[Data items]
——————————
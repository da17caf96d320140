"""The demo parcel network: sizes, roles, homophily, heavy-tailed degrees, determinism, and a
role signal that needs the routes to be read well."""
from __future__ import annotations

import os
import re

import numpy as np
import pytest
from sklearn.linear_model import LogisticRegression

from shardtrain.cli.flags import cli_message
from shardtrain.data.graph import normalized_adjacency
from shardtrain.data.readers import load_graph
from shardtrain.data.synth import (
    ROLE_NAMES,
    edge_array,
    parcel_network,
    role_name,
    same_role_fraction,
)
from shardtrain.errors import InputError


@pytest.fixture(scope="module")
def network():
    return parcel_network(20_000, 10, 6, 16, seed=7)


def test_sizes_and_roles(network):
    g = network
    assert g.num_vertices == 20_000
    assert abs(g.num_edges - 100_000) <= 1_000       # ~ vertices * avg_degree / 2 after dedup
    assert g.labels.min() >= 0 and g.labels.max() == 5
    assert g.features.shape == (20_000, 16) and g.features.dtype == np.float32
    assert g.train_mask.sum() == 6 * 20 and g.val_mask.sum() == 500 and g.test_mask.sum() == 1000
    assert role_name(0) == "hub" and role_name(len(ROLE_NAMES)) == "hub-2"


def test_homophily_near_requested(network):
    assert abs(same_role_fraction(network) - 0.8) < 0.02
    g = parcel_network(5_000, 8, 4, 4, seed=1, homophily=0.3)
    assert abs(same_role_fraction(g) - 0.3) < 0.03


def test_degrees_are_heavy_tailed(network):
    d = network.degrees
    assert d.max() > 15 * d.mean()
    # discrete power-law exponent by maximum likelihood above x_min = 20 (Clauset, Shalizi &
    # Newman 2009, eq. 3.7); the generator asks for 2.5
    x = d[d >= 20]
    alpha = 1 + x.size / np.log(x / 19.5).sum()
    assert 2.2 < alpha < 2.9


def test_ids_carry_no_role_order(network):
    # consecutive ids agree on role about as often as random pairs (sum of squared shares)
    same_next = np.mean(network.labels[1:] == network.labels[:-1])
    shares = np.bincount(network.labels) / network.num_vertices
    assert abs(same_next - np.sum(shares ** 2)) < 0.02


def test_deterministic_for_a_seed():
    a = parcel_network(3_000, 6, 5, 4, seed=11)
    b = parcel_network(3_000, 6, 5, 4, seed=11)
    c = parcel_network(3_000, 6, 5, 4, seed=12)
    for name in ("indptr", "indices", "features", "labels", "train_mask", "test_mask"):
        assert np.array_equal(getattr(a, name), getattr(b, name))
    assert not np.array_equal(a.indices, c.indices)


def test_roles_need_the_routes():
    # a scikit-learn logistic regression on a depot's own statistics vs. on two hops of
    # normalised-adjacency smoothing (the features a 2-layer GCN sees, Wu et al. 2019 SGC)
    g = parcel_network(4_000, 10, 6, 32, seed=3)
    x = g.features.astype(np.float64)
    a_hat = normalized_adjacency(g)
    smooth = a_hat @ (a_hat @ x)
    acc = {}
    for name, z in (("own", x), ("routes", smooth)):
        clf = LogisticRegression(max_iter=1000).fit(z[g.train_mask], g.labels[g.train_mask])
        acc[name] = np.mean(clf.predict(z[g.test_mask]) == g.labels[g.test_mask])
    assert 0.25 < acc["own"] < 0.7        # moderately informative on its own
    assert acc["routes"] > acc["own"] + 0.25


@pytest.mark.parametrize("kwargs,pattern", [
    (dict(vertices=1), r"--vertices 1: need at least 2"),
    (dict(avg_degree=0), r"--avg-degree 0: must be > 0"),
    (dict(classes=0), r"--classes 0"),
    (dict(features=0), r"--features 0"),
    (dict(degree_exponent=2.0), r"--degree-exponent 2.0: must be > 2"),
])
def test_bad_parameters(kwargs, pattern):
    args = dict(vertices=100, avg_degree=4, classes=3, features=2, seed=0) | kwargs
    with pytest.raises(InputError) as info:
        parcel_network(**args)
    assert re.search(pattern, cli_message(info.value))   # the CLI's wording (cli/flags.py)


def test_synth_command_writes_a_loadable_bundle(run_cli, tmp_path):
    out = tmp_path / "depots.npz"
    result = run_cli("synth", out, "--vertices", "3000", "--avg-degree", "6", "--classes", "5",
                     "--features", "8", "--seed", "4")
    assert result.returncode == 0, result.stderr
    assert result.stdout.startswith(f"wrote {out}: 3,000 depots")
    assert len(result.stdout.strip().splitlines()) == 1
    assert os.listdir(tmp_path) == ["depots.npz"]
    loaded = load_graph(out)
    same = parcel_network(3_000, 6, 5, 8, seed=4)
    assert np.array_equal(loaded.graph.indices, same.indices)
    assert np.array_equal(loaded.graph.features, same.features)
    assert np.array_equal(loaded.graph.val_mask, same.val_mask)
    assert loaded.cleanup.self_loops == 0 and loaded.cleanup.duplicates == 0
    assert edge_array(same).shape == (same.num_edges, 2)
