"""The library API of training (`shardtrain.train.api`) and the run accounting it returns.

- `api.run` writes the very JSON the `train` command writes (the command only parses and
  prints), timing fields aside;
- its checks come before anything is created (no checkpoint folder for a refused config);
- the traffic prediction the accounting computes from the workers' send/halo pointers
  equals the survey's prediction from the shards, and its row counts equal an independent
  count with scipy's public sparse product (common practice: the halo of p is the set of
  vertices outside p adjacent to p's vertices, so p sends q the vertices of p with a
  neighbour in q).
"""
from __future__ import annotations

import json

import numpy as np
import pytest
import scipy.sparse as sp
from helpers import depot_graph, save_graph

from shardtrain.errors import ParameterError
from shardtrain.train import api
from shardtrain.train.settings import TrainSettings


def _untimed(doc):
    """The document without timing fields (the rule of scripts/outputs_diff.py)."""
    if isinstance(doc, dict):
        return {k: _untimed(v) for k, v in doc.items()
                if not (k.endswith("_s") or "_s_per_" in k or k == "seconds"
                        or k.endswith("rss_bytes"))}
    if isinstance(doc, list):
        return [_untimed(v) for v in doc]
    return doc


def test_api_run_writes_what_the_command_writes(tmp_path, run_cli):
    graph_file = tmp_path / "depots.npz"
    save_graph(graph_file, depot_graph(n=200))
    out = tmp_path / "cli.json"
    proc = run_cli("train", graph_file, "--workers", "2", "--method", "range", "--epochs",
                   "3", "--dtype", "float64", "--seed", "4", "--quiet", "--json", out)
    assert proc.returncode == 0, proc.stderr
    seen = []
    outcome = api.run(api.RunConfig(source=str(graph_file), workers=2, method="range",
                                    settings=TrainSettings(epochs=3, dtype="float64",
                                                           seed=4)),
                      on_epoch=lambda rec: seen.append(rec["epoch"]), signals=False)
    assert outcome is not None and seen == [1, 2, 3]
    doc = json.loads(json.dumps(outcome.document))     # the JSON types the file holds
    assert _untimed(doc) == _untimed(json.loads(out.read_text()))
    assert outcome.result.traffic["breakdown_matches"]


@pytest.mark.parametrize("change, param", [
    ({"timeout_s": -1.0}, "timeout_s"),
    ({"imbalance": 1.5}, "imbalance"),
    ({"slow_workers": {5: 2.0}}, "slow_workers"),
    ({"mode": "reference", "method": None, "workers": None, "max_frame_bytes": 1024},
     "max_frame_bytes"),
    ({"mode": "reference", "method": None}, "workers"),
])
def test_a_refused_config_creates_nothing(tmp_path, change, param):
    graph_file = tmp_path / "depots.npz"
    save_graph(graph_file, depot_graph(n=150))
    folder = tmp_path / "ckpt"
    fields = {"workers": 2, "method": "range", "checkpoint": str(folder), **change}
    config = api.RunConfig(source=str(graph_file), **fields)
    with pytest.raises(ParameterError) as info:       # naming the RunConfig field
        api.run(config, signals=False)
    assert info.value.param == param and str(info.value).startswith(param)
    assert not folder.exists()


def test_accounting_predicts_from_pointers_what_the_survey_predicts_from_shards():
    from shardtrain.plan import survey
    from shardtrain.plan.schedule import layer_dims, layer_hops
    from shardtrain.plan.shards import build_shards

    g = depot_graph(n=150)
    k = 3
    owner = np.random.default_rng(0).integers(0, k, g.num_vertices)
    shards = build_shards(g, owner, k)
    send_rows, halo_rows = survey.peer_rows([s.send_ptr for s in shards],
                                            [s.halo_ptr for s in shards])
    # independent count: vertex u of p has a neighbour in q (scipy's public product)
    adj = sp.csr_matrix((np.ones(g.indices.shape[0]), g.indices, g.indptr),
                        shape=(g.num_vertices,) * 2)
    onehot = sp.csr_matrix((np.ones(g.num_vertices), (np.arange(g.num_vertices), owner)),
                           shape=(g.num_vertices, k))
    touches = (adj @ onehot).toarray() > 0                 # (n, k): u has a neighbour in q
    expected = np.stack([touches[owner == p].sum(axis=0) for p in range(k)])
    np.fill_diagonal(expected, 0)
    assert np.array_equal(send_rows, expected)
    assert np.array_equal(halo_rows, expected.T)           # what q receives from p
    hops = layer_hops(layer_dims(g.input_dim, 8, g.num_classes, 2))
    elements = survey.parameter_elements(hops)
    assert survey.predict_traffic_of_rows(send_rows, halo_rows, hops, 8,
                                          param_elements=elements) == \
        survey.predict_traffic(shards, hops, 8, param_elements=elements)
    assert survey.predict_payload_breakdown_of_rows(
        send_rows, halo_rows, hops, 8, param_elements=elements, epochs=3, evals=3,
        stop_votes=3) == survey.predict_payload_breakdown(
        shards, hops, 8, param_elements=elements, epochs=3, evals=3, stop_votes=3)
——————————
Task: Check each line of the entries for the word "False", then state the count alone.

Task solution: 2